Records shown
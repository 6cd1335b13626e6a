//! How checks name quantities: the unit a rig file uses, and no more digits than it takes to see the difference.

use crate::exact::{Rational, Seconds, Speed, decimal, exact_decimal, from_f64, to_f64, whole};
use crate::motion::{Law, LawKind};
use crate::plan::LegKind;
use num_traits::Signed;

/// Places tried before a difference is taken to be too small to show.
const MOST_PLACES: u32 = 9;

/// A limit as short as it can be written.
pub(super) fn limit(value: &Rational) -> String {
    exact_decimal(value, MOST_PLACES).unwrap_or_else(|| decimal(value, MOST_PLACES))
}

/// `value` with as many places as show that it is above `limit`.
pub(super) fn above(value: f64, limit: &Rational) -> String {
    let Some(exact) = from_f64(value) else {
        return "no finite".to_owned();
    };
    (0..=MOST_PLACES)
        .map(|places| decimal(&exact, places))
        .find(|text| text.parse::<f64>().is_ok_and(|shown| shown > to_f64(limit)))
        .unwrap_or_else(|| decimal(&exact, MOST_PLACES))
}

/// Turns per second (squared, cubed …) as revolutions per minute (per second …).
pub(super) fn rpm(value: &Rational) -> Rational {
    value * whole(60)
}

/// A duration in seconds, as a script writes it.
pub(super) fn seconds(time: &Seconds) -> String {
    format!("{} s", limit(time.value()))
}

/// A speed in revolutions per minute.
pub(super) fn speed(speed: &Speed) -> String {
    format!("{} rpm", limit(&speed.rpm().abs()))
}

/// A rate in Hz, cut (not rounded up) after three places, so that a value that passes still does.
pub(super) fn rate_down(rate: &Rational) -> String {
    limit(&((rate * whole(1000)).floor() / whole(1000)))
}

/// A rate in Hz, rounded up after three places.
pub(super) fn rate_up(rate: &Rational) -> String {
    limit(&((rate * whole(1000)).ceil() / whole(1000)))
}

/// A law as a script writes it.
pub(super) fn law(law: &Law) -> String {
    let word = law.kind.word();
    if law.skew == crate::exact::ratio(1, 2) || law.kind == LawKind::Scurve {
        return word.to_owned();
    }
    format!("{word} skew {} %", limit(&(&law.skew * whole(100))))
}

/// The words that begin a transition's statement or clause.
pub(super) fn transition(kind: LegKind) -> &'static str {
    match kind {
        LegKind::RunUp => "run-up",
        LegKind::RunDown => "run-down",
        LegKind::LoopMorph => "loop morph",
        LegKind::Morph => "morph",
        LegKind::Hold => "hold",
    }
}

/// A size in bytes, in the unit in which a rig states it where it is a whole number of them.
pub(super) fn bytes(size: u64) -> String {
    const KIB: u64 = 1024;
    const MIB: u64 = KIB * KIB;
    match size {
        0 => "0 B".to_owned(),
        whole if whole.is_multiple_of(MIB) => format!("{} MiB", whole / MIB),
        whole if whole.is_multiple_of(KIB) => format!("{} KiB", whole / KIB),
        size => format!("{size} B"),
    }
}
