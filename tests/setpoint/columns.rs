//! The columns against one another, and the table's two ends.

use crate::plans::{Maker, evening, law, rig, rotor, there_and_back};
use phasewright::exact::ratio;
use phasewright::motion::LawKind::{Cubic, Linear, Quintic, Septic};
use phasewright::plan::{LegKind, Plan};
use phasewright::rig::{Pair, RotorId};
use phasewright::setpoint::{Row, Rows};

fn rows(plan: &Plan) -> Vec<Row> {
    Rows::new(plan).collect(0..plan.rows())
}

fn agree(plan: &Plan) {
    let rows = rows(plan);
    let mut sum = Pair::each(|id| i64::from(rows[0].rotors.of(id).counts));
    for row in &rows {
        for id in RotorId::BOTH {
            let counts = i64::from(plan.rig.rotor(id).counts);
            let here = row.rotors.of(id);
            assert_eq!(
                i64::from(here.counts),
                sum.of(id).rem_euclid(counts),
                "sum of steps, {row:?}"
            );
            // Turns and counts are two roundings of one phase: apart by at most half a count, half a unit.
            let turns = i128::from(here.turns) * i128::from(counts);
            let unit = 1_000_000_000_000_i128;
            let apart = (turns - i128::from(here.counts) * unit).rem_euclid(counts as i128 * unit);
            let apart = apart.min(counts as i128 * unit - apart);
            assert!(
                apart <= unit / 2 + i128::from(counts),
                "turns against counts, {row:?}"
            );
            *sum.of_mut(id) += here.step;
        }
    }
}

#[test]
fn steps_sum_to_counts_and_counts_agree_with_turns() {
    agree(&evening([Quintic, Septic, Cubic, Linear]));
    agree(&there_and_back(Quintic, Septic));
}

#[test]
fn row_n_of_a_loop_would_be_the_loop_start_again() {
    let plan = evening([Quintic, Septic, Cubic, Linear]);
    let rows = rows(&plan);
    let start = rows[plan.loop_start().unwrap().0 as usize];
    let last = rows.last().unwrap();
    for id in RotorId::BOTH {
        let counts = i64::from(plan.rig.rotor(id).counts);
        let reached = i64::from(last.rotors.of(id).counts) + last.rotors.of(id).step;
        assert_eq!(
            reached.rem_euclid(counts),
            i64::from(start.rotors.of(id).counts)
        );
        // The plan's own end, phase and speed: the same as at the loop start to the last digit, modulo turns.
        let end = plan.phase_after(plan.legs.len() - 1, id);
        let gap = &end - &plan.phase_before(1, id);
        let rounds = gap.value() / plan.rig.rotor(id).closing_turns();
        assert!(
            rounds.is_integer(),
            "both motor and mirror are back: {rounds}"
        );
        assert_eq!(
            plan.speed_before(plan.legs.len(), id),
            plan.speed_before(1, id)
        );
    }
}

#[test]
fn a_run_down_ends_at_rest_on_the_mark() {
    let plan = there_and_back(Quintic, Septic);
    let rows = rows(&plan);
    assert_eq!(rows.len() as u64, plan.total().0 + 1);
    let last = rows.last().unwrap();
    assert_eq!((last.tick, last.cue, last.beam), (plan.total().0, 2, 0));
    for id in RotorId::BOTH {
        let end = last.rotors.of(id);
        assert_eq!((end.turns, end.rpm, end.counts, end.step), (0, 0, 0, 0));
    }
}

#[test]
fn rows_do_not_depend_on_where_a_range_starts() {
    for plan in [
        evening([Quintic, Septic, Cubic, Linear]),
        there_and_back(Quintic, Septic),
    ] {
        let all = rows(&plan);
        let rows = Rows::new(&plan);
        for start in 0..plan.rows() {
            let some = rows.collect(start..start + 3);
            let until = all.len().min(start as usize + 3);
            assert_eq!(some, all[start as usize..until]);
        }
        assert!(rows.collect(plan.rows()..u64::MAX).is_empty());
    }
}

/// The beam of each tick in the words of docs/table.md: level at tick + latency, in a loop within the loop.
fn beam_by_definition(plan: &Plan, latency: u64) -> Vec<u8> {
    let levels: Vec<u8> = plan
        .legs
        .iter()
        .flat_map(|leg| std::iter::repeat_n(leg.beam, leg.ticks.0 as usize))
        .collect();
    let mut ahead = levels.clone();
    if let Some(start) = plan.loop_start() {
        let body = levels[start.0 as usize..].to_vec();
        while ahead.len() < levels.len() + latency as usize {
            ahead.extend_from_slice(&body);
        }
    } else {
        ahead.resize(levels.len() + latency as usize + 1, 0);
    }
    (0..plan.rows())
        .map(|tick| ahead[(tick + latency) as usize])
        .collect()
}

#[test]
fn the_beam_is_sent_early_by_the_latency_however_long() {
    for looped in [true, false] {
        // In half ticks, so that ties show: 1 → 1 tick (up), 2 → 1, 5 → 3 …
        for half_ticks in [0, 1, 2, 5, 300, 2000, 5001] {
            let a = rotor((1, 1), 1, 100);
            let rig = rig(ratio(1, 100), ratio(half_ticks, 200), a.clone(), a);
            let mut show = Maker::new(rig, law(Quintic));
            let one = show.cue(1, 2, ratio(1, 1), law(Quintic));
            show.leg(LegKind::RunUp, 0, one, 50, 0);
            show.leg(LegKind::Hold, 1, one, 40, 255);
            show.leg(LegKind::Morph, 2, one, 30, 0);
            show.leg(LegKind::Hold, 2, one, 45, 99);
            let plan = if looped {
                show.looped(3, 35, law(Quintic))
            } else {
                show.run_down(3, 35, law(Quintic))
            };
            let latency = (half_ticks as u64).div_ceil(2);
            let beams: Vec<u8> = rows(&plan).iter().map(|row| row.beam).collect();
            assert_eq!(
                beams,
                beam_by_definition(&plan, latency),
                "{half_ticks} half ticks"
            );
        }
    }
}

What to do
When the word "Hold" appears in a line of the data, that line is counted; report the number only.

Result
3